Did We Learn Anything from March 25, 1971?
By Dr Ahmad Faruqui, PhD
Danville, CA

This may be the most important date in Pakistani history. Yet no one who listened to Gen. Musharraf during his first address in October 1999 would have thought so, since the general told the nation, “Your armed forces have never let you down.” A few years later, he would be dismissive about the events of 1971, saying that he did not care about what happened more than 30 years ago.
Denial, in a nutshell, is the military’s hallmark. By refusing to learn from history, it is condemning history to repeat itself.
Then, as now, the country was under military rule. Then, as now, the generals believed they were giving “true democracy” to the country. Then, as now, they were fighting insurgencies in “far flung” regions and labeling their opponents as “irritants.” And then, as now, they were out to restore the “writ of the state” by force.
In the national elections of 1970, widely viewed as the fairest in Pakistani history, the Awami League won a majority of seats. General Yahya, the army chief who had seized the presidency, referred to the head of that party, Sheikh Mujib, as the future prime minister.
Yahya convened the National Assembly on the 25th of March in Dhaka. For one brief moment, it looked like nothing could stop the march of democracy.
But hope died quickly. Yahya and the generals began a smear campaign against the Awami League. They brought in Zulfikar Ali Bhutto as the great equalizer. He was the leader of the Pakistan Peoples Party (PPP), a distinct second to the Awami League in terms of seats.
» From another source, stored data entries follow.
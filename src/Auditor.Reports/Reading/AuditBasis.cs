using Auditor.Engine.Installation;
using Auditor.Formulas.Values;

namespace Auditor.Reports.Reading;

/// <summary>How an audit was made, as far as the design settles it.</summary>
/// <param name="Stage">Stage of the job; null where the design states none.</param>
/// <param name="AsksGuarded">Whether the design asks for guarded acceptance.</param>
internal sealed record AuditBasis(string? Stage, bool AsksGuarded)
{
    /// <summary>The stage that a design without one is taken to be at.</summary>
    public const string UsualStage = "design";

    /// <summary>The decision rule that is applied: values are judged as stated.</summary>
    public const string Decision = "simple";

    public static AuditBasis Of(Design design) => new(Word(design, "basis.stage"), Word(design, "basis.decision") == "guarded");

    private static string? Word(Design design, string name) =>
        design.Installation.Shape.Input(name) is { } slot && design.Installation.Input(slot.Index) is { Kind: ValueKind.Text } value ? value.Text : null;
}
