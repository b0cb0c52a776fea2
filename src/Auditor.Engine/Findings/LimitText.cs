using Auditor.Engine.RuleSets;

namespace Auditor.Engine.Findings;

/// <summary>Shows the limits of a check.</summary>
public static class LimitText
{
    /// <summary>Limits with their sense, such as "at most 1.37 Ω"; empty for a plain requirement.</summary>
    /// <param name="how">The comparison.</param>
    /// <param name="limits">The limits as shown.</param>
    public static string Show(CheckKind how, IReadOnlyList<string> limits) => how switch
    {
        CheckKind.AtMost => "at most " + Plain(how, limits),
        CheckKind.AtLeast => "at least " + Plain(how, limits),
        CheckKind.Within => "from " + Plain(how, limits),
        CheckKind.Equal => "exactly " + Plain(how, limits),
        CheckKind.OneOf => "one of " + Plain(how, limits),
        _ => "",
    };

    /// <summary>The limit of a finding with its sense.</summary>
    internal static string Show(Check check, Judgement judgement) => Show(check.How, Shown(check, judgement));

    /// <summary>The limit of a finding alone.</summary>
    internal static string Plain(Check check, Judgement judgement) => Plain(check.How, Shown(check, judgement));

    private static string Plain(CheckKind how, IReadOnlyList<string> limits) =>
        limits.Count == 0 ? ValueText.Unknown : string.Join(how == CheckKind.Within ? " to " : ", ", limits);

    private static string[] Shown(Check check, Judgement judgement) => [.. judgement.Limits.Select(limit => ValueText.Show(limit, check.Unit))];
}
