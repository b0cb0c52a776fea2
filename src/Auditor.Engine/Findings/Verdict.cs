namespace Auditor.Engine.Findings;

/// <summary>What a rule says of a subject.</summary>
public enum Verdict
{
    /// <summary>The requirement or recommendation is kept.</summary>
    Conforms,

    /// <summary>It is not kept.</summary>
    Nonconforming,

    /// <summary>It is kept as stated, but not wherever within the tolerances the true inputs may lie; only guarded acceptance says so.</summary>
    Unproven,

    /// <summary>It is not kept, and a departure in force accepts that.</summary>
    Departed,

    /// <summary>Something needed to tell is missing; never counted as kept.</summary>
    Undetermined,
}
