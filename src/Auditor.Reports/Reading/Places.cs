using Auditor.Documents;
using Auditor.Engine.Installation;

namespace Auditor.Reports.Reading;

/// <summary>
/// Names places in files as reports do: files of the design relative to its folder, so that a report does not depend on where
/// the audit was started; files of the rule set as the rule set shows them.
/// </summary>
internal sealed class Places(DesignFile file)
{
    /// <summary>File name of the design.</summary>
    public string Design { get; } = file.Shown(file.Path);

    /// <summary>The files of the design, by path.</summary>
    public IReadOnlyList<InputFile> Inputs { get; } =
        [.. file.Inputs.Select(input => input with { Path = file.Shown(input.Path) }).OrderBy(input => input.Path, StringComparer.Ordinal)];

    /// <summary>A path as reports show it.</summary>
    public string Path(string displayPath) => file.Shown(displayPath);

    /// <summary>A place that is written out already; empty where it is.</summary>
    /// <param name="place">Path, path:line or path:line:column.</param>
    public string OfText(string place)
    {
        var end = place.IndexOf(':', place.LastIndexOf('/') + 1);
        return end < 0 ? Path(place) : Path(place[..end]) + place[end..];
    }

    /// <summary>A place as <c>path:line:column</c>.</summary>
    public string Text(SourceSpan span) => $"{Path(span.Source.Path)}:{span.StartLocation}";
}
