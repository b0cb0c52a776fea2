using Auditor.Documents;
using Auditor.Engine.Installation;

namespace Auditor.Reports.Reading;

/// <summary>
/// Names places in files as reports do: files of the design relative to its folder, so that a report does not depend on where
/// the audit was started; files of the rule set as the rule set shows them.
/// </summary>
internal sealed class Places
{
    private readonly string _folder;
    private readonly HashSet<string> _ofDesign;

    public Places(DesignFile file)
    {
        _folder = file.Path[..(file.Path.LastIndexOf('/') + 1)];
        _ofDesign = [.. file.Inputs.Select(input => input.Path), file.Path];
        Design = Path(file.Path);
        Inputs = [.. file.Inputs.Select(input => input with { Path = Path(input.Path) }).OrderBy(input => input.Path, StringComparer.Ordinal)];
    }

    /// <summary>File name of the design.</summary>
    public string Design { get; }

    /// <summary>The files of the design, by path.</summary>
    public IReadOnlyList<InputFile> Inputs { get; }

    /// <summary>A path as reports show it.</summary>
    public string Path(string displayPath) =>
        _ofDesign.Contains(displayPath) && displayPath.StartsWith(_folder, StringComparison.Ordinal) ? displayPath[_folder.Length..] : displayPath;

    /// <summary>A place as <c>path:line:column</c>.</summary>
    public string Text(SourceSpan span) => $"{Path(span.Source.Path)}:{span.StartLocation}";
}
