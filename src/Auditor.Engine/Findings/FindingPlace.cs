using Auditor.Documents;
using Auditor.Engine.Installation;

namespace Auditor.Engine.Findings;

/// <summary>Finds the place in the design that a finding points at.</summary>
internal static class FindingPlace
{
    private const string CablePrefix = "cable.";

    public static SourceSpan Of(Finding finding)
    {
        foreach (var path in finding.Rule.PutRightBy)
        {
            if (PlaceOf(finding.Subject, path) is { } span)
            {
                return span;
            }
        }

        return OfSubject(finding.Subject);
    }

    /// <summary>Where a subject is named, or where its mapping begins.</summary>
    public static SourceSpan OfSubject(DesignSubject subject) =>
        (subject.Node.Find("id") ?? subject.Node.Find("to"))?.Span ?? subject.Node.Span.Slice(0, 1);

    private static SourceSpan? PlaceOf(DesignSubject subject, string path)
    {
        if (path.StartsWith(CablePrefix, StringComparison.Ordinal) && subject.Legs is [var leg, ..])
        {
            return PlaceOf(leg, path[CablePrefix.Length..]);
        }

        return subject.Shape.Input(path.Replace('-', '_')) is { } slot ? subject.Source(slot)?.Span : null;
    }
}
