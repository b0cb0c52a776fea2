using Auditor.Documents;
using Auditor.Engine.Installation;

namespace Auditor.Reports.Reading;

/// <summary>What a design says of the job.</summary>
internal static class ProjectWords
{
    /// <summary>Finds what the design says under a key of <c>project</c>; null where it says nothing.</summary>
    public static Func<string, string?> Of(Design design)
    {
        var project = design.File.Root.Mapping("project");
        return key => project?.Text(key);
    }
}
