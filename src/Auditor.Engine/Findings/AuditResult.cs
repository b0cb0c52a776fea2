using Auditor.Engine.Departures;
using Auditor.Engine.Guarded;
using Auditor.Engine.Installation;
using Auditor.Engine.Remedies;
using Auditor.Engine.RuleSets;

namespace Auditor.Engine.Findings;

/// <summary>Everything that one audit found.</summary>
/// <param name="Design">The design.</param>
/// <param name="Rules">The rule set.</param>
/// <param name="Subjects">What was judged: the subjects of the design in its order, then what is on record about the audit.</param>
/// <param name="Findings">All findings: subjects in their order, then rules by id.</param>
/// <param name="Departures">The departures that the design records, in its order.</param>
/// <param name="AsOf">The day of the audit; null where it made no difference.</param>
/// <param name="NotApplied">Rules of the set that applied to no subject, by id.</param>
public sealed record AuditResult(
    Design Design, RuleSet Rules, IReadOnlyList<DesignSubject> Subjects, IReadOnlyList<Finding> Findings, IReadOnlyList<Departure> Departures,
    DateOnly? AsOf, IReadOnlyList<Rule> NotApplied)
{
    /// <summary>How values were held against limits.</summary>
    public Decision Decision { get; init; }

    /// <summary>What would put findings right; null where nobody asked.</summary>
    public RemedyResult? Remedies { get; init; }

    /// <summary>How many findings have a verdict.</summary>
    public int Count(Verdict verdict) => Findings.Count(finding => finding.Verdict == verdict);

    /// <summary>The finding of that key, present or former rule id; null when there is none.</summary>
    public Finding? Find(string key)
    {
        var colon = key.IndexOf(':');
        var rule = colon > 0 ? Rules.Rule(key[..colon]) : null;
        return rule is null ? null : Findings.FirstOrDefault(finding => finding.Rule == rule && finding.Subject.Key == key[(colon + 1)..]);
    }
}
Pakistan’s first military dictator, Gen. Ayub Khan, had plucked Bhutto out of political obscurity and given him a cabinet position. Bhutto eventually became Ayub’s foreign minister. However, he fell out of favor after the Kashmir war of 1965.
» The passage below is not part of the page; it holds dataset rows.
namespace Auditor.Engine.Findings;

/// <summary>The words for verdicts in files and reports.</summary>
public static class VerdictWords
{
    /// <summary>The word for a verdict.</summary>
    public static string Word(this Verdict verdict) => verdict switch
    {
        Verdict.Conforms => "conforms",
        Verdict.Nonconforming => "nonconforming",
        Verdict.Unproven => "unproven",
        Verdict.Departed => "departed",
        _ => "undetermined",
    };

    /// <summary>The verdict of a word; null for any other word.</summary>
    public static Verdict? Find(string word)
    {
        foreach (var verdict in Enum.GetValues<Verdict>())
        {
            if (verdict.Word() == word)
            {
                return verdict;
            }
        }

        return null;
    }
}
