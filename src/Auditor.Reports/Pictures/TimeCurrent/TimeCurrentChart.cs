using Auditor.Engine.Installation;
using Auditor.Engine.RuleSets;
using Auditor.Formulas.Values;
using Auditor.Quantities;
using Auditor.Reports.Pictures.Drawing;
using Auditor.Reports.Pictures.Plotting;
using OxyPlot;

namespace Auditor.Reports.Pictures.TimeCurrent;

/// <summary>The time-current chart of one circuit.</summary>
/// <param name="scene">The audit.</param>
/// <param name="plan">What to show.</param>
/// <param name="circuit">The circuit.</param>
/// <param name="id">Id of the picture.</param>
internal sealed class TimeCurrentChart(Scene scene, PicturePlan plan, DesignSubject circuit, string id)
{
    private static readonly OxySize Size = new(800, 442);
    private static readonly OxyRect Area = new(60, 46, 440, 360);
    private static readonly Unit Ampere = UnitCatalog.Find("A")!;
    private static readonly Unit Second = UnitCatalog.Find("s")!;

    private static readonly string[] FaultLooks = ["line s4 dash", "line s4 close"];
    private static readonly string[] WithstandLooks = ["line s3 chain", "line s3 chains"];

    private readonly List<(string Look, string Label, string Value)> _legend = [];

    /// <summary>Draws the chart.</summary>
    /// <param name="note">What is to be said of circuits without a chart; empty for nothing.</param>
    public Picture Draw(string note)
    {
        var (least, most) = Range();
        var plot = new Plot(Size, Area, Plot.Logarithmic(least, most, Ampere), Plot.Logarithmic(DeviceBand.LeastTime, DeviceBand.MostTime, Second));
        var curves = scene.Result.Rules.World.Curves;
        var own = DeviceBand.Of(plan, circuit, "", curves, most);
        Band(plot, DeviceBand.Of(plan, circuit, "upstream-", curves, most), "s2", "device in front of the board");
        Band(plot, own.Title.Length > 0 ? own : DeviceBand.OfSetting(plan, circuit, most), "s1", "device of the circuit");
        Withstands(plot, most);
        Limits(plot, least, most);
        Faults(plot);

        var title = $"{plan.Title}: {Scene.Label(circuit)}";
        var canvas = new Canvas(id, title, plan.About);
        plot.Draw(canvas);
        Words(canvas);
        return new Picture(id, plan.Kind, title, plan.About, canvas.Finish(Size.Width, Size.Height), Table(note));
    }

    private (double Least, double Most) Range()
    {
        var currents = plan.All(circuit.Shape, "fault").Select(quantity => quantity.Of(circuit)).Where(value => value.Kind == ValueKind.Quantity)
            .Select(value => value.Number).Append(plan.Number(circuit, "rating")!.Value).Append(plan.Number(circuit, "upstream-rating") * 10 ?? 0)
            .Append(plan.Number(circuit, "setting-most") ?? 0).Where(current => current > 0).ToArray();
        return (Decade(currents.Min() * 0.9, down: true), Decade(currents.Max() * 1.1, down: false));
    }

    private static double Decade(double current, bool down) => Math.Pow(10, down ? Math.Floor(Math.Log10(current)) : Math.Ceiling(Math.Log10(current)));

    private void Band(Plot plot, DeviceBand band, string series, string label)
    {
        if (band.Slow.Count == 0)
        {
            _legend.Add(("", label, "no curve is held, or its rating is not known"));
            return;
        }

        if (band.Fast.Count > 0)
        {
            plot.Band(band.SlowSide, band.FastSide, $"{series} area");
            plot.Line(band.Fast, $"line {series} dots");
        }

        plot.Line(band.Beyond, $"thin {series} dash");
        plot.Line(band.Slow, $"line {series}" + (series == "s2" ? " long" : ""));
        _legend.Add(($"line {series}" + (series == "s2" ? " long" : ""), label, band.Title + (band.Fast.Count == 0 ? ", slow edge" : "")));
    }

    /// <summary>A joule integral is a straight line on these axes; it is drawn up to the time to which the equation holds.</summary>
    private void Withstands(Plot plot, double most)
    {
        var longest = plan.Number(circuit, "withstand-up-to") ?? DeviceBand.MostTime;
        foreach (var (index, quantity) in plan.All(circuit.Shape, "withstand").Index())
        {
            if (quantity.Of(circuit) is { Kind: ValueKind.Quantity } value)
            {
                var look = WithstandLooks[index % WithstandLooks.Length];
                plot.Line([At(longest), At(Math.Max(DeviceBand.LeastTime, value.Number / (most * most)))], look);
                _legend.Add((look, quantity.Label, quantity.Show(circuit)));

                DataPoint At(double time) => new(Math.Sqrt(value.Number / time), time);
            }
        }
    }

    private void Limits(Plot plot, double least, double most)
    {
        foreach (var quantity in plan.All(circuit.Shape, "time-limit"))
        {
            if (quantity.Of(circuit) is { Kind: ValueKind.Quantity } value)
            {
                plot.Line([new DataPoint(least, value.Number), new DataPoint(most, value.Number)], "limit");
                _legend.Add(("limit", quantity.Label, quantity.Show(circuit)));
            }
        }
    }

    private void Faults(Plot plot)
    {
        foreach (var (index, quantity) in plan.All(circuit.Shape, "fault").Index())
        {
            if (quantity.Of(circuit) is { Kind: ValueKind.Quantity } value)
            {
                var look = FaultLooks[index % FaultLooks.Length];
                plot.Line([new DataPoint(value.Number, DeviceBand.LeastTime), new DataPoint(value.Number, DeviceBand.MostTime)], look);
                _legend.Add((look, quantity.Label, quantity.Show(circuit)));
            }
        }
    }

    private void Words(Canvas canvas)
    {
        canvas.TextWithin(16, 22, Scene.Label(circuit), "t b", Area.Right - 20);
        canvas.Text(Area.Left, 38, "time", "s m e");
        canvas.Text(Area.Right, Area.Bottom + 30, "current", "s m e");
        var standing = scene.StandingOf(circuit);
        if (standing.Lead is { } lead)
        {
            using (canvas.Definitions())
            {
                Badges.Define(canvas, [Standing.Mark(lead)]);
            }

            using var link = canvas.Link(Anchor.Of(lead.Key), $"{Scene.Label(circuit)}: {lead.VerdictText}, {standing.Headline}, {standing.Topic}");
            canvas.Use(Standing.Mark(lead), Area.Right + 28, 18);
            canvas.TextWithin(Area.Right + 42, 22, $"{standing.Headline} {standing.Topic}", "t b", Size.Width - Area.Right - 52);
        }

        foreach (var (index, (look, label, value)) in _legend.Index())
        {
            var y = Area.Top + 20 + (index * 42);
            if (look.Length > 0)
            {
                canvas.Line(Area.Right + 20, y, Area.Right + 52, y, look);
            }

            canvas.TextWithin(Area.Right + 60, y + 4, label, "t", Size.Width - Area.Right - 68);
            canvas.TextWithin(Area.Right + 60, y + 19, value, "s m", Size.Width - Area.Right - 68);
        }
    }

    /// <summary>What has a name of its own; a setting that the chart only computes with has none.</summary>
    private PictureTable Table(string note) => new(
        $"What the chart of {circuit.Key} draws." + (note.Length > 0 ? " " + note : ""), ["Quantity", "Value"],
        [.. plan.Quantities.Where(quantity => quantity.Shape == circuit.Shape && quantity.Label != quantity.Formula.Text)
            .Where(quantity => quantity.IsLabelled || !quantity.Of(circuit).IsMissing)
            .Select(IReadOnlyList<string> (quantity) => [quantity.Label, quantity.Show(circuit)])]);
}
In 1967, Bhutto created the PPP and repositioned himself as the champion of Islamic Socialism. In 1971, seeing that his ambitions to become the prime minister would not be fulfilled, he floated a proposal that represented the constitutional dissolution of the country. It called for two prime ministers, one in the West and one in the East.
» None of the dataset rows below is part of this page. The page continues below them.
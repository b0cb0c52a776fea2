using Auditor.Engine.Evidence;
using Auditor.Engine.Findings;
using Auditor.Engine.Installation;
using Auditor.Formulas.Types;
using Auditor.Formulas.Values;

namespace Auditor.Reports.Reading;

/// <summary>What the findings of an audit rest on that a reader should know to be less than certain.</summary>
internal sealed class Supports
{
    private readonly Dictionary<Finding, IReadOnlyList<Foundation>> _ofFinding;

    public Supports(AuditResult result)
    {
        var foundations = new Foundations(result);
        _ofFinding = result.Findings.ToDictionary(finding => finding, foundations.Of);
        var users = result.Findings
            .SelectMany(finding => _ofFinding[finding].Select(foundation => (foundation, finding.Key)))
            .ToLookup(pair => (pair.foundation.Kind, pair.foundation.Subject, pair.foundation.Name, pair.foundation.Text), pair => pair.Key);
        Assumed = [.. result.Design.Subjects.SelectMany(StatedInput.Of).Where(IsAssumed)
            .Select(input => new AssumedInput(input, [.. users[(FoundationKind.AssumedInput, input.Subject.Key, input.Slot.Path, input.Text)]]))];
        Memory = [.. users.Where(group => group.Key.Kind == FoundationKind.FigureFromMemory)
            .OrderBy(group => group.Key.Name, StringComparer.Ordinal).ThenBy(group => group.Key.Text, StringComparer.Ordinal)
            .Select(group => (group.Key.Name, group.Key.Text, (IReadOnlyList<string>)[.. group]))];
    }

    /// <summary>Inputs marked as assumed, in the order of the design, with the keys of the findings that hang on each.</summary>
    public IReadOnlyList<AssumedInput> Assumed { get; }

    /// <summary>Figures from memory, by name, with the keys of the findings that rest on each.</summary>
    public IReadOnlyList<(string Name, string Text, IReadOnlyList<string> Findings)> Memory { get; }

    /// <summary>What one finding rests on.</summary>
    public IReadOnlyList<Foundation> Of(Finding finding) => _ofFinding[finding];

    private static bool IsAssumed(StatedInput input) =>
        input.Slot.Type.Kind == FormulaKind.Quantity && input.Subject.Input(input.Slot.Index).Marks.HasFlag(Marks.Assumed);

    /// <summary>An assumed input and the findings that hang on it.</summary>
    internal sealed record AssumedInput(StatedInput Input, IReadOnlyList<string> Findings);
}
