using Auditor.Formulas.Values;

namespace Auditor.Engine.Findings;

/// <summary>What judging one rule on one subject gave.</summary>
/// <param name="Verdict">The verdict; null when the rule does not apply.</param>
/// <param name="Value">The value compared; missing when it was not computed.</param>
/// <param name="Limits">The limits; empty for a plain requirement.</param>
/// <param name="Margin">The margin; null where nothing was measured.</param>
/// <param name="Absences">What is missing; null when nothing is.</param>
/// <param name="Marks">What the verdict rests on.</param>
public sealed record Judgement(Verdict? Verdict, Value Value, IReadOnlyList<Value> Limits, Margin? Margin, Absences? Absences, Marks Marks);
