using System.Globalization;

namespace Auditor.Reports.Reading;

/// <summary>Keeps the culture of the calling thread out of reports: sentences and numbers are put together only when they are asked for.</summary>
internal static class Invariantly
{
    /// <summary>Does something under the invariant culture, and leaves the thread as it was.</summary>
    public static void Do(Action act) => Make(() =>
    {
        act();
        return true;
    });

    /// <summary>Makes something under the invariant culture, and leaves the thread as it was.</summary>
    public static T Make<T>(Func<T> make)
    {
        var callers = CultureInfo.CurrentCulture;
        CultureInfo.CurrentCulture = CultureInfo.InvariantCulture;
        try
        {
            return make();
        }
        finally
        {
            CultureInfo.CurrentCulture = callers;
        }
    }
}
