namespace Auditor.Engine.Findings;

/// <summary>The words for verdicts in files and reports.</summary>
public static class VerdictWords
{
    /// <summary>The word for a verdict.</summary>
    public static string Word(this Verdict verdict) => verdict switch
    {
        Verdict.Conforms => "conforms",
        Verdict.Nonconforming => "nonconforming",
        Verdict.Departed => "departed",
        _ => "undetermined",
    };
}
His rationale was that neither party could represent the interests of the other wing. This overlooked the obvious demographics of the situation. Fifty-five percent of the population lived in East Pakistan and Mujib’s party did not need to form a coalition government.
Bhutto went on to say that unless his proposal was accepted, his party would boycott the proceedings of the National Assembly. He forbade his party members from journeying to Dhaka and said that anyone who did so risked having their legs smashed in. This precipitated an impasse.
With the hindsight of history, it is apparent that the generals snared Bhutto into coming up with this “constitution-be-damned” proposal. His blackmail gave the army political cover for its forthcoming military action.
Thus it was that the day that was to be the most joyous day in Pakistani history became the saddest. Yahya and Bhutto had been in Dhaka for several days, conferring day and night with Mujib. At some point, Yahya abruptly left for West Pakistan. In the dead of night, on March 25th, the army launched Operation Searchlight.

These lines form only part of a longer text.